Тогда-то впервые и прозвучало это страшное прозвище – «Мария Кровавая».

Я думала о своей злосчастной судьбе. Разве меньше страданий и казней было при Генрихе VIII? Но его не клеймили позором! А ведь он посылал на смерть всех, кто не подчинялся его воле. Я же – только еретиков, искажавших Священное Писание! Почему же не его, а меня обвиняют в злодействе?!

Все рушилось. Кале у французов. Мой народ и мой муж бросили меня. Друзей почти не осталось. Со страхом ждала я известия о смерти Реджинальда – он уже не мог ходить. Я уцепилась за свою единственную соломинку – ребенка, о котором мечтала. И тут меня настигла болезнь – та же самая лихорадка, что свалила Реджинальда.
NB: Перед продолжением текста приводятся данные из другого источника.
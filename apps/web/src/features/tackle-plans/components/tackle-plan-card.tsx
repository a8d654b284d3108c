import {
  ANCHOR_TYPE_LABELS,
  CHAIN_GRADE_LABELS,
  CONNECTOR_KIND_LABELS,
  inchFractionLabel,
} from '@app/calc';
import { Quantity } from '@/components/units/quantity';
import type { TacklePlanWithResult } from '../api/types';

const CONDITION_LABELS = {
  everyday: 'Everyday',
  storm: 'Storm',
  'hurricane-hole': 'Hurricane hole',
  custom: 'Custom',
} as const;

const times = (value: number) => `${value.toFixed(2)} ×`;

/** The one-page card to keep aboard: conditions, each part, the key figures and the cautions. */
export function TacklePlanCard({ data }: { data: TacklePlanWithResult }) {
  const { plan, boat, result } = data;
  const { anchor, chain, rode, snubber, nylonAlternative, connectors } = plan.components;
  const link = result.weakestLink;
  return (
    <article
      data-plan-card
      aria-label="Plan card"
      className="flex flex-col gap-3 rounded-lg border-2 border-ink-900 bg-white p-4 text-sm shadow-card sm:p-5"
    >
      <header className="flex flex-wrap items-baseline justify-between gap-2 border-b-2 border-ink-900 pb-2">
        <div>
          <p className="text-xs font-bold tracking-wide text-ink-600 uppercase">
            Ground-tackle card
          </p>
          <h2 className="text-xl">
            {boat.name}: {plan.name}
          </h2>
        </div>
        <p className="font-bold">
          {CONDITION_LABELS[plan.condition]} · <Quantity value={plan.windKn} kind="speed" /> · depth{' '}
          <Quantity value={plan.depthM} kind="length" />
          {plan.tideM > 0 && (
            <>
              {' '}
              + tide <Quantity value={plan.tideM} kind="length" />
            </>
          )}
        </p>
      </header>
      <div className="grid gap-3 sm:grid-cols-2 print:grid-cols-2">
        <section aria-label="Gear">
          <h3 className="mb-1 text-base">Gear</h3>
          <ul className="flex flex-col gap-1">
            {anchor && (
              <li>
                Anchor: {ANCHOR_TYPE_LABELS[anchor.type]},{' '}
                <Quantity value={anchor.massKg} kind="mass" />
              </li>
            )}
            {chain && (
              <li>
                Chain:{' '}
                {chain.tradeSizeIn !== undefined
                  ? inchFractionLabel(chain.tradeSizeIn)
                  : `${chain.nominalMm} mm`}{' '}
                {CHAIN_GRADE_LABELS[chain.grade]}, <Quantity value={chain.lengthM} kind="length" />
              </li>
            )}
            {rode && (
              <li>
                Rope rode: <Quantity value={rode.diameterMm / 1000} kind="diameter" />{' '}
                {rode.material} {rode.construction}, <Quantity value={rode.lengthM} kind="length" />
              </li>
            )}
            {snubber && (
              <li>
                {snubber.count === 2 ? 'Snubbers (rig two, or a bridle): ' : 'Snubber: '}
                <Quantity value={snubber.diameterMm / 1000} kind="diameter" /> {snubber.material},{' '}
                <Quantity value={snubber.lengthM} kind="length" />
                {snubber.count === 2 && ' each'}
              </li>
            )}
            {nylonAlternative && (
              <li>
                If chain and rope:{' '}
                <Quantity value={nylonAlternative.diameterMm / 1000} kind="diameter" /> nylon
                three-strand, up to <Quantity value={nylonAlternative.lengthM} kind="length" />{' '}
                <span className="text-ink-700">
                  (instead of part of the chain; not in the checks)
                </span>
              </li>
            )}
            {connectors.map((c, i) => (
              <li key={`${c.label}-${i}`}>
                {CONNECTOR_KIND_LABELS[c.kind]}: {c.label}
                {c.nominalIn !== undefined && ` (${inchFractionLabel(c.nominalIn)})`}
              </li>
            ))}
          </ul>
        </section>
        <section aria-label="Key figures">
          <h3 className="mb-1 text-base">Key figures</h3>
          <dl className="grid grid-cols-[auto_1fr] gap-x-3 gap-y-1">
            <dt className="font-bold">Design load</dt>
            <dd>
              <Quantity value={result.loadN} kind="force" />
            </dd>
            {result.scopeRatio !== null && (
              <>
                <dt className="font-bold">Scope</dt>
                <dd>
                  {result.scopeRatio.toFixed(1)} : 1
                  {result.scopeRung ? ` (${result.scopeRung.label})` : ''}
                </dd>
              </>
            )}
            {result.swingRadius && (
              <>
                <dt className="font-bold">Swing radius</dt>
                <dd>
                  <Quantity value={result.swingRadius.radiusM} kind="length" />
                </dd>
              </>
            )}
            {result.anchor && (
              <>
                <dt className="font-bold">Anchor vs model</dt>
                <dd>
                  {result.anchor.neededKg === null
                    ? 'not checked on this seabed'
                    : result.anchor.meetsSuggested
                      ? 'holds this plan’s wind and a squall'
                      : result.anchor.meetsMinimum
                        ? 'holds this plan’s wind only'
                        : 'too light for this wind'}
                  {result.anchor.massMargin !== null &&
                    ` (${times(result.anchor.massMargin)} the mass needed)`}
                </dd>
              </>
            )}
            {link && (
              <>
                <dt className="font-bold">Weakest link</dt>
                <dd>
                  {link.weakest.label}: {times(link.weakest.margin)} its working limit,{' '}
                  {times(link.weakest.factor)} breaking
                </dd>
              </>
            )}
          </dl>
        </section>
      </div>
      {result.warnings.length > 0 && (
        <section aria-label="Warnings">
          <h3 className="mb-1 text-base">Warnings</h3>
          <ul className="list-disc pl-5">
            {result.warnings.map((w) => (
              <li key={w}>{w}</li>
            ))}
          </ul>
        </section>
      )}
      {plan.notes && <p className="whitespace-pre-wrap">{plan.notes}</p>}
      <footer className="border-t border-ink-900 pt-2 text-xs">
        Ratings are for new, undamaged gear; follow the maker&apos;s ratings and local regulations;
        in doubt ask a qualified rigger or surveyor. Loads are steady estimates: gusts and waves add
        shock loads. Sources: ABYC H-40 load table, UFC 4-159-03 (anchor holding and factors of
        safety), 49 CFR 393.108, RR-C-271, MIT 2.019 catenary.
      </footer>
    </article>
  );
}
Неожиданно скончался император Карл. Я с горечью восприняла эту весть – пусть мы не виделись с тех пор, как были обручены, и пусть он не спешил помочь мне в трудную минуту, но я всегда знала, что он – мой друг. Теперь и его не стало.

Жизнь приобретала иные очертания, иные краски. Я написала Филипу, умоляя его приехать. Последний удар – моя беременность оказалась водянкой.

Я переехала в Сент-Джеймс, чувствуя, что дни мои сочтены.

Филип написал, что приехать не может, и обещал вернуть Кале. В том же письме он настаивал, чтобы я назвала в качестве своей преемницы Елизавету, что, по его мнению, предотвратит гражданскую войну.

Из его письма я поняла, что ему известно о моей болезни. Но он не упомянул об этом, а советовал полагаться на помощь Реджинальда. Если бы он знал, что бедный Реджинальд уже никому не мог помочь…

У моей постели неотступно находились Сьюзан и Джейн Дормер. Джейн очень похорошела в предвкушении близкой свадьбы с графом Фериа. Мы радовались все вместе, но сначала я попросила ее отложить свадьбу до приезда Филипа. Теперь же я сказала, что дальше откладывать не имеет смысла.

– Тебе повезло, Джейн, – заметила я, – граф – прекрасный человек, и он… любит тебя.

При этих словах Джейн отвернулась, чтобы скрыть жалость ко мне.

На пороге смерти в памяти оживает прошлое, и все видится в ярком свете.

Сколько же ошибок я наделала! Могла ли я поступить по-другому? Не знаю. Знаю только, что, когда верх надо мною брали чувства, тогда – и это относится только к любви – я закрывала глаза на правду, принимая желаемое за действительное. Почему я трезво не посмотрела на наш брак как на официальный союз двух королевских фамилий? Подобные браки – отнюдь не редкость. В мои годы не выходят замуж по любви – как я не могла этого понять? Если бы я осталась одинокой и правила согласно собственной воле, а не вопреки рассудку, желая угодить мужу, я не ввергла бы Англию в эту позорную войну.